Q. What inference infrastructure does Thousand Token Wood use? The first version serves Qwen2.5-3B via vLLM on Modal [1]. Version 2 runs four heterogeneous models on the same platform, with a fix required to supply the CUDA toolkit to vLLM 0.22.1 [2].

Q. What caused the “could not find nvcc” failure in v2, and how was it resolved? vLLM 0.22.1 JIT-compiles kernels at load time and requires nvcc from the CUDA toolkit. A lean base image does not include it, causing all four models to fail at startup. Switching to a CUDA devel base image resolved the issue for all models simultaneously [2].

Q. Why did the first version of the economy produce no trade? Production outran consumption, making every agent self-sufficient. Without a reason to exchange goods, the market cleared once and stopped.

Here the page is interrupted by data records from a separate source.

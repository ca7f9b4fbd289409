//! The signal budget: light → photoelectrons → charge → the pulse at the load → readable or not.
//!
//! Equations and sources (docs/physics.md §6–8):
//! - photoelectrons collected at D1 per pulse `N_pe = Σ N_ph p(λ) QE(λ) T(λ) · coupling · η_1`;
//!   charge `Q = N_pe · M · e` with `M = G / η_1` the multiplication of the dynodes (S. N. Ahmed,
//!   *Physics and Engineering of Radiation Detection*, §6.5, for `Q = N G e`);
//! - Poisson statistics: `P(≥ 1 pe) = 1 − exp(−N_pe)`; relative amplitude spread `√(F / N_pe)`
//!   with the chain's excess noise factor `F = 1 + 1/δ1 + 1/(δ1 δ2) + …` from the actual stage
//!   voltages (textbook theory, from memory);
//! - anode current = light shape ⊗ transit-time spread ⊗ single-electron response; the last two
//!   are taken as Gaussians (the single-electron response's 10–90 % leading edge of a Gaussian
//!   pulse is 1.6869 σ; a FWHM is 2.3548 σ): a modelling choice of this tool;
//! - the pulse at the load is computed numerically in [`crate::solve::waveform`]; beside it the analytic
//!   *estimates*: `I_peak · R` (short-pulse limit), `Q / C` (integrating limit), `2.197 R C`
//!   (first-order rise, `RC ln 9`), and root-sum-of-squares of rise times (exact only for Gaussian
//!   cascades: an estimate), the instrument adding `0.3497 / BW` (single pole, `ln 9 / 2π`) or
//!   `0.3396 / BW` (Gaussian);
//! - noise: the instrument's own, Johnson–Nyquist `√(4 k T R B)` of the load integrated over the
//!   load pole and the instrument's response (T = 290 K, the standard reference temperature), and
//!   the photoelectron statistics of the amplitude;
//! - timing: leading-edge jitter `σ_v / (dv/dt)` at the threshold plus the photon-statistics
//!   spread `√(σ_TTS² + σ_light²) / √N_pe` (an estimate); walk between the smallest and largest
//!   expected pulse (mean ± 2 σ of the amplitude) measured on the computed waveform;
//! - a PIN photodiode with a transimpedance amplifier: closed-loop bandwidth
//!   `≈ √(GBW / (2π R_f C_in))` (docs/physics.md §8), so `GBW = 2π R_f C_in BW²`.
//!
//! No IO; every figure is finite or absent, never NaN.

use crate::budget::frontend::{FrontEnd, FrontNoise};
use crate::design::{Design, InstrumentResponse, ReadoutSpec};
use crate::model::cathode::{self, Cathode};
use crate::model::constants::{BOLTZMANN, ELEMENTARY_CHARGE};
use crate::model::light::{self, FWHM_PER_SIGMA, Shape, Spectrum};
use crate::solve::waveform::{self, CurrentPulse, LoadCircuit, PulseFigures, Waveform};
use crate::units::format_eng as eng;
use crate::warning::{Code, Warning, warning};
use uom::si::capacitance::farad;
use uom::si::electrical_resistance::ohm;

Designed scarcity constraints, including diet variety rules, spoilage, and a firewood monopoly, introduced the conditions necessary for ongoing trade [1].

Q. Does model heterogeneity in v2 produce observable behavioral differences between agents? The project reports that four models trained by different labs with different post-training produce genuinely different agent behavior, described as the owl hoarding differently than the fox speculates [2]. The behavioral diversity is the stated motivation for the multi-model architecture.

Q. What are the known reasoning limitations of 3B-class models in this simulation role? The project characterizes these models as reliable format generators but unreliable reasoners [1]. They consistently produce valid structured outputs but do not dependably execute multi-step economic logic or market-wide planning.

Key Takeaways

Thousand Token Wood runs five autonomous agents on Qwen2.5-3B served via vLLM on Modal, with a Gradio interface, built for Hugging Face’s Build Small Hackathon [1].
Small models are the architecturally correct choice for real-time multi-agent simulations because frontier models are too slow and costly to serve a council of agents on every tick [1].
Emergent economic behavior required engineered scarcity: diet variety rules, spoilage mechanics, and a firewood monopoly forced trade where a naive implementation produced none [1].
Version 2 introduced four heterogeneous models from OpenAI, OpenBMB, NVIDIA, and a fine-tuned Qwen 0.5B; the primary deployment friction was a missing CUDA toolkit in vLLM 0.22.1, resolved with a single base-image change [2].
3B-class models function reliably as format generators but not as multi-step reasoners; simulation complexity must be encoded in world constraints rather than delegated to model cognition [1].